12 July 2006

The E-3 visa sham

moved up to front with updated info

In the 'free trade' agreement Australia made with America in 2004, there was a much-trumpeted provision to allegedly make it easier for Australians to go to America to work. A unique class, the E-3 visa, just for Aussies – what a rare privilege!, we were told.

In the SMH's fatuous MyCareer supplement last week, this puff piece about E-3 appeared. "For most of us, working in the United States has been the stuff of fantasy. Not any more." it thundered. Given that this visa scheme's been in place for over 18 months now, there isn't much cause for excitement. Particularly as the article actually reveals that no-one is really using it. The scheme allocates 10,500 places for Aussies annually, but it seems about 20% max of that is being taken up. What gives?

Well, for one thing the visa criteria are very restrictive. Only highly-qualified people are eligible for it, and even then, it seems to be discretionary, not based solely on objective criteria, whether one ultimately qualifies. What this means, it seems to me, is that this visa is designed to allow people who will obviously be able to land good jobs in the US the right to go there. But these people don't need a visa class, because if you can land a good job, you can do just that and get sponsorship in most cases. My suspicion, though I can't prove it, is that the couple of thousand people who are using the new visa are people who could have got work permits by existing means but find this new visa to be easier to get or to have less stringent conditions.

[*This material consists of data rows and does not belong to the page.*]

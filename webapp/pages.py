"""The phone page's screens: server-rendered shells that the page's own JS fills from the API."""

from __future__ import annotations

from flask import Blueprint, redirect, render_template, request, url_for

from . import settings
from .db import get_db
from .fields import parse_date

__all__ = ["bp", "SCREENS"]

bp = Blueprint("pages", __name__)

# (endpoint, tab label) in the order of the bottom bar.
SCREENS = (("pages.day", "Day"), ("pages.week", "Week"), ("pages.book", "Clients"),
           ("pages.drives", "Drives"), ("pages.setup", "Setup"))

# Only the app's own files may load; nothing leaves the laptop, no inline script runs.
_CSP = ("default-src 'self'; script-src 'self'; style-src 'self'; img-src 'self' data:; "
        "connect-src 'self'; frame-src 'self'; object-src 'none'; base-uri 'none'; "
        "form-action 'self'")


def _render(template: str, screen: str, **context):
    row = settings.load(get_db())
    return render_template(template, screen=screen, screens=SCREENS,
                           is_demo=bool(row["is_demo"]), has_home=row["home_lat"] is not None,
                           **context)


@bp.after_request
def _headers(response):
    # Only these screens: a map page embedded later brings its own rules.
    response.headers.setdefault("Content-Security-Policy", _CSP)
    response.headers.setdefault("X-Content-Type-Options", "nosniff")
    response.headers.setdefault("Referrer-Policy", "no-referrer")
    return response


@bp.get("/")
def index():
    return redirect(url_for("pages.day"))


@bp.get("/day")
def day():
    date_text = request.args.get("date")
    if date_text:
        parse_date(date_text)  # a bad date in the address gets the error page, not a blank day
    return _render("day.html", "day", date=date_text or "")


@bp.get("/week")
def week():
    date_text = request.args.get("week")
    if date_text:
        parse_date(date_text, field="week")  # any day of the week; the page finds its Monday
    return _render("week.html", "week", week=date_text or "")


@bp.get("/clients")
def book():
    return _render("clients.html", "clients")


@bp.get("/drives")
def drives():
    return _render("drives.html", "drives")


@bp.get("/setup")
def setup():
    return _render("setup.html", "setup")
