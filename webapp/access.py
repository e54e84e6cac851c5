"""The server's door: security headers on every answer, same-origin writes only, and with
``rondo serve --lan`` a paired phone's cookie on every request.

The CSRF rule: a request that can change something (any method but GET, HEAD, OPTIONS) must
come from the page's own origin. A browser says where a request comes from in ``Origin``
(Fetch standard, "append a request Origin header") and ``Sec-Fetch-Site`` (W3C Fetch
Metadata); a foreign ``Origin``, ``Origin: null`` without ``Sec-Fetch-Site``, or a
``Sec-Fetch-Site`` other than ``same-origin``/``none`` is refused with 403. On the home network
a write must carry one of the two headers (every current browser does); on loopback, tools
that send neither still work as before. The cookie is ``SameSite=Strict`` as well, so another
site's page cannot even make the browser send it.
"""

from __future__ import annotations

import datetime as dt
import hashlib
import ipaddress
import json
import math
import secrets
import threading
import time
import urllib.parse
from collections import deque

from flask import current_app, g, request
from werkzeug.datastructures import WWWAuthenticate
from werkzeug.exceptions import BadRequest, Forbidden, Unauthorized

from . import STATIC_DIR
from .db import get_db, transaction

__all__ = [
    "init_app",
    "lan_mode",
    "is_loopback",
    "PairingCodes",
    "RateLimit",
    "NotPaired",
    "CrossOrigin",
    "LaptopOnly",
    "CodeSpent",
    "new_device",
    "device_for",
    "current_device",
    "list_devices",
    "forget_device",
    "set_access_cookie",
    "public_static_files",
    "DEFAULT_CSP",
    "COOKIE_NAME",
    "COOKIE_MAX_AGE_S",
    "PAIRING_CODE_TTL_S",
    "PAIR_ATTEMPTS_PER_WINDOW",
    "PAIR_WINDOW_S",
]

# "__Host-": the browser keeps it only if Secure, Path=/ and without Domain, so no other host
# can set or shadow it (RFC 6265bis draft §4.1.3.2, cookie name prefixes; from memory).
COOKIE_NAME = "__Host-rondo-access"
# Browsers cap a cookie's lifetime at 400 days (RFC 6265bis draft §5.6.2; from memory);
# the cookie is renewed whenever the phone uses Rondo, so only an idle phone pairs again.
COOKIE_MAX_AGE_S = 400 * 24 * 3600
PAIRING_CODE_TTL_S = 10 * 60  # a code on the laptop screen is good for 10 minutes, once
PAIR_ATTEMPTS_PER_WINDOW = 5  # failed pairing attempts per client address ...
PAIR_WINDOW_S = 60  # ... per minute; after that 429 (RFC 6585 §4) until one is a minute old
SEEN_EVERY_S = 10 * 60  # write a device's last use at most this often
SAFE_METHODS = frozenset({"GET", "HEAD", "OPTIONS"})  # RFC 9110 §9.2.1 safe methods
_SAME_ORIGIN_SITES = frozenset({"same-origin", "none"})  # "none": the user typed or tapped it
_DEFAULT_PORTS = {"http": 80, "https": 443}

# Everything the app sends, unless a route sets its own (the map pages do): only the app's
# own files, no inline script, framed only by itself (its day screen frames its map).
DEFAULT_CSP = ("default-src 'self'; script-src 'self'; style-src 'self'; img-src 'self' data:; "
               "connect-src 'self'; frame-src 'self'; frame-ancestors 'self'; "
               "object-src 'none'; base-uri 'none'; form-action 'self'")
# Same-origin: the page fetches map tiles through this laptop, which names itself to the tile
# server in its own User-Agent, so no request of the page needs a Referer for another site.
REFERRER_POLICY = "same-origin"


class NotPaired(Unauthorized):
    """No valid access cookie: 401 with a challenge, as RFC 9110 §15.5.2 requires."""

    description = ("This device is not paired with the laptop. Open the pairing page on the "
                   "laptop and scan its code with this phone.")

    def __init__(self):
        super().__init__(www_authenticate=WWWAuthenticate("Pairing", {"realm": "Rondo"}))


class CrossOrigin(Forbidden):
    """A write that did not come from the page's own origin."""

    description = ("This change was sent from another site or origin and was refused; "
                   "make it from Rondo's own page.")


class LaptopOnly(Forbidden):
    """The pairing page on the laptop is not for other devices."""

    description = "The pairing page opens only on the laptop itself (127.0.0.1)."


class CodeSpent(Forbidden):
    """A pairing code that is unknown, used or out of date."""

    description = ("This pairing code is used up, out of date or wrong. Open the pairing page "
                   "on the laptop again and scan the new code.")


class PairingCodes:
    """One-time pairing codes held in memory: short-lived, single use, only digests kept."""

    def __init__(self, ttl_s: float = PAIRING_CODE_TTL_S):
        self.ttl_s = ttl_s
        self._codes: dict[str, float] = {}
        self._lock = threading.Lock()

    def issue(self, now_s: float | None = None) -> tuple[str, float]:
        """A new code and the time (epoch seconds) it stops working."""
        now_s = time.time() if now_s is None else now_s
        code = secrets.token_urlsafe(16)  # 128 random bits
        with self._lock:
            self._prune(now_s)
            self._codes[_digest(code)] = now_s + self.ttl_s
        return code, now_s + self.ttl_s

    def valid(self, code: str, now_s: float | None = None) -> bool:
        now_s = time.time() if now_s is None else now_s
        with self._lock:
            return self._codes.get(_digest(code), 0.0) > now_s

    def take(self, code: str, now_s: float | None = None) -> bool:
        """Use the code up; False if it is unknown, used or expired."""
        now_s = time.time() if now_s is None else now_s
        with self._lock:
            expires_s = self._codes.pop(_digest(code), 0.0)
            return expires_s > now_s

    def _prune(self, now_s: float) -> None:
        for key in [k for k, until in self._codes.items() if until <= now_s]:
            del self._codes[key]


class RateLimit:
    """At most ``attempts`` failures per ``window_s`` seconds per key (a sliding window); once
    there, every attempt is refused until the oldest failure leaves the window."""

    MAX_KEYS = 4096  # bound the memory a flood of addresses can take

    def __init__(self, attempts: int = PAIR_ATTEMPTS_PER_WINDOW,
                 window_s: float = PAIR_WINDOW_S):
        self.attempts, self.window_s = attempts, window_s
        self._fails: dict[str, deque] = {}
        self._lock = threading.Lock()

    def wait_s(self, key: str, now_s: float | None = None) -> int | None:
        """None if ``key`` may try now, else whole seconds until it may."""
        now_s = time.monotonic() if now_s is None else now_s
        with self._lock:
            fails = self._fails.get(key)
            if not fails:
                return None
            while fails and fails[0] <= now_s - self.window_s:
                fails.popleft()
            if len(fails) < self.attempts:
                return None
            return max(1, math.ceil(fails[0] + self.window_s - now_s))

    def failed(self, key: str, now_s: float | None = None) -> None:
        """Count one failed attempt of ``key``."""
        now_s = time.monotonic() if now_s is None else now_s
        with self._lock:
            self._fails.setdefault(key, deque()).append(now_s)
            if len(self._fails) > self.MAX_KEYS:
                self._fails.pop(next(iter(self._fails)))


def lan_mode() -> bool:
    return bool(current_app.config.get("LAN_MODE"))


def is_loopback(address: str | None) -> bool:
    try:
        return ipaddress.ip_address((address or "").split("%")[0]).is_loopback
    except ValueError:
        return False


def _digest(secret: str) -> str:
    return hashlib.sha256(secret.encode("utf-8")).hexdigest()


def _now_text() -> str:
    return dt.datetime.now(dt.UTC).strftime("%Y-%m-%dT%H:%M:%SZ")


def new_device(db, *, user_agent: str, address: str) -> str:
    """Store a newly paired device; return its access token (only its digest is stored)."""
    token = secrets.token_urlsafe(32)  # 256 random bits
    with transaction(db):
        db.execute("INSERT INTO paired_devices (token_sha256, label, paired_from) "
                   "VALUES (?, ?, ?)", (_digest(token), device_label(user_agent), address[:64]))
    return token


def device_for(db, token: str | None):
    """The paired device this token belongs to, or None; notes when it was last used."""
    if not token or len(token) > 200:
        return None
    row = db.execute("SELECT * FROM paired_devices WHERE token_sha256 = ?",
                     (_digest(token),)).fetchone()
    if row is None:
        return None
    seen = dt.datetime.strptime(row["last_seen_at"], "%Y-%m-%dT%H:%M:%SZ").replace(
        tzinfo=dt.UTC)
    age_s = (dt.datetime.now(dt.UTC) - seen).total_seconds()
    if age_s > COOKIE_MAX_AGE_S:
        return None  # the browser dropped such a cookie already; so does the laptop
    if age_s > SEEN_EVERY_S:
        with transaction(db):
            db.execute("UPDATE paired_devices SET last_seen_at = ? WHERE id = ?",
                       (_now_text(), row["id"]))
        g.rondo_renew_cookie = token
    return row


def current_device():
    """The paired device making this request (cached for the request), or None."""
    if "rondo_device" not in g:
        g.rondo_device = device_for(get_db(), request.cookies.get(COOKIE_NAME))
    return g.rondo_device


def list_devices(db) -> list[dict]:
    rows = db.execute("SELECT id, label, paired_from, paired_at, last_seen_at "
                      "FROM paired_devices ORDER BY paired_at DESC, id DESC").fetchall()
    return [dict(r) for r in rows]


def forget_device(db, device_id: int) -> bool:
    with transaction(db):
        return db.execute("DELETE FROM paired_devices WHERE id = ?",
                          (device_id,)).rowcount == 1


def device_label(user_agent: str | None) -> str:
    """A short human name from the User-Agent, e.g. 'Android, Chrome' (a hint, not a proof)."""
    ua = user_agent or ""
    systems = (("iPhone", "iPhone"), ("iPad", "iPad"), ("Android", "Android"),
               ("Windows", "Windows"), ("Mac OS X", "Mac"), ("CrOS", "ChromeOS"),
               ("Linux", "Linux"))
    browsers = (("Firefox/", "Firefox"), ("FxiOS/", "Firefox"), ("EdgA/", "Edge"),
                ("Edg/", "Edge"), ("SamsungBrowser/", "Samsung Internet"),
                ("CriOS/", "Chrome"), ("Chrome/", "Chrome"), ("Safari/", "Safari"))
    system = next((name for key, name in systems if key in ua), "")
    browser = next((name for key, name in browsers if key in ua), "")
    return ", ".join(p for p in (system, browser) if p) or "a browser"


def set_access_cookie(response, token: str) -> None:
    """The access cookie: HttpOnly, Secure, SameSite=Strict (RFC 6265 §4.1.2.5-6; SameSite
    from RFC 6265bis), host-only with Path=/ as the __Host- prefix demands."""
    response.set_cookie(COOKIE_NAME, token, max_age=COOKIE_MAX_AGE_S, path="/", secure=True,
                        httponly=True, samesite="Strict")


def public_static_files() -> frozenset[str]:
    """Static files any device may fetch: the pairing page's sheet, and the manifest with its
    icons (browsers fetch a manifest without cookies: W3C Web App Manifest, "obtaining")."""
    names = {"rondo.css", "icon.svg", "manifest.webmanifest"}
    icons = STATIC_DIR / "icons"  # home-screen icons: iOS fetches its touch icon without cookies
    if icons.is_dir():
        names.update(f"icons/{p.name}" for p in icons.iterdir() if p.is_file())
    try:
        manifest = json.loads((STATIC_DIR / "manifest.webmanifest").read_text("utf-8"))
        for icon in manifest.get("icons", []):
            path = urllib.parse.urlsplit(str(icon.get("src", ""))).path
            if path.startswith("/static/"):
                names.add(path.removeprefix("/static/"))
    except (OSError, ValueError, AttributeError):
        pass
    return frozenset(names)


def _own_origin() -> str:
    return _normal_origin(f"{request.scheme}://{request.host}")


def _normal_origin(text: str) -> str:
    try:
        parts = urllib.parse.urlsplit(text.strip().lower())
        port = parts.port or _DEFAULT_PORTS.get(parts.scheme)
    except ValueError:
        return ""
    host = f"[{parts.hostname}]" if parts.hostname and ":" in parts.hostname else parts.hostname
    return f"{parts.scheme}://{host}:{port}"


def same_origin(*, strict: bool) -> bool:
    """Whether a write came from the page's own origin (the rule in this module's docstring)."""
    origin = request.headers.get("Origin")
    site = request.headers.get("Sec-Fetch-Site")
    if site is not None and site.strip().lower() not in _SAME_ORIGIN_SITES:
        return False
    if origin is not None and origin.strip() != "null":
        return _normal_origin(origin) == _own_origin()
    if origin is not None:  # "null": a sandboxed or privacy-stripped origin
        return site is not None
    return site is not None or not strict


def _has_dot_segment(path: str) -> bool:
    return any(part in ("..", ".") for part in path.replace("\\", "/").split("/"))


def _gate():
    # Paths like /static/../webapp/db.py: clients remove dot-segments (RFC 3986 §5.2.4), so
    # one that arrives still holding them is an attack; refuse it before any route sees it.
    if _has_dot_segment(request.path):
        raise BadRequest(f"the path {request.path!r} holds a '.' or '..' segment")
    lan = lan_mode()
    if request.method not in SAFE_METHODS and not same_origin(strict=lan):
        raise CrossOrigin()
    if not lan:
        return None
    endpoint = request.endpoint or ""
    if endpoint.startswith("pairing."):
        return None  # the pairing routes apply their own rules (laptop only, rate limit)
    if endpoint == "static" and (request.view_args or {}).get("filename") in _public_static():
        return None
    if current_device() is None:
        raise NotPaired()
    return None


def _public_static() -> frozenset[str]:
    names = current_app.extensions.get("rondo_public_static")
    if names is None:
        names = current_app.extensions["rondo_public_static"] = public_static_files()
    return names


def _headers(response):
    headers = response.headers
    policy = headers.get("Content-Security-Policy")
    if policy is None:
        headers["Content-Security-Policy"] = DEFAULT_CSP
    elif "frame-ancestors" not in policy:
        headers["Content-Security-Policy"] = policy.rstrip("; ") + "; frame-ancestors 'self'"
    headers.setdefault("X-Content-Type-Options", "nosniff")
    headers.setdefault("X-Frame-Options", "SAMEORIGIN")  # for browsers without frame-ancestors
    headers.setdefault("Referrer-Policy", REFERRER_POLICY)
    headers.setdefault("Cross-Origin-Opener-Policy", "same-origin")
    headers.setdefault("Cross-Origin-Resource-Policy", "same-origin")
    renew = g.pop("rondo_renew_cookie", None)
    already = any(c.startswith(COOKIE_NAME + "=") for c in headers.getlist("Set-Cookie"))
    if renew and lan_mode() and not already:
        set_access_cookie(response, renew)
    return response


def init_app(app) -> None:
    """Install the gate and the headers; LAN_MODE is read per request, so it may be set late."""
    app.config.setdefault("LAN_MODE", False)
    app.extensions["rondo_pairing_codes"] = PairingCodes()
    app.extensions["rondo_pair_limit"] = RateLimit()
    app.before_request(_gate)
    app.after_request(_headers)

Either way, on the best case scenario, it's an elite visa, which is not about freedom of movement for Australian labour, but rather a selectively-permeable membrane allowing skill-drain to the US, with nothing passing in the opposite direction. Like everything else about the FTA, America gets the right to take what it wants from Australia and give nothing back in return. The Australian government does not represent Australian workers in its dealings with the US government. It represents US-owned corporate interests.

Update:
A week after the original post (5th July), and MyCareer is at it again. Puffing the E-3. OK, this time, they do have an apparently bona fide E-3 recipient! Well, no, her partner is one. But she feels that that entitles her to be utterly dismissive of the unhip fucks who can't go and work in NYC, like her. Although she hasn't got a job yet.

How did her partner get in?

He was headhunted by his employer, the Japanese bank Nomura Securities, on the recommendation of an Australian friend who has worked there for four years. Peter is a software developer specialising in financial markets with more than 20 years' experience in Sydney and London. He met the requirements for the E-3, but it was still an arduous process, with a lengthy round of telephone interviews with his future employers in Manhattan, reams of detailed paperwork for the immigration lawyers and a professional assessment by an academic working in the field.

Well, what's stopping you, Australia? See you for NYE in Times Square?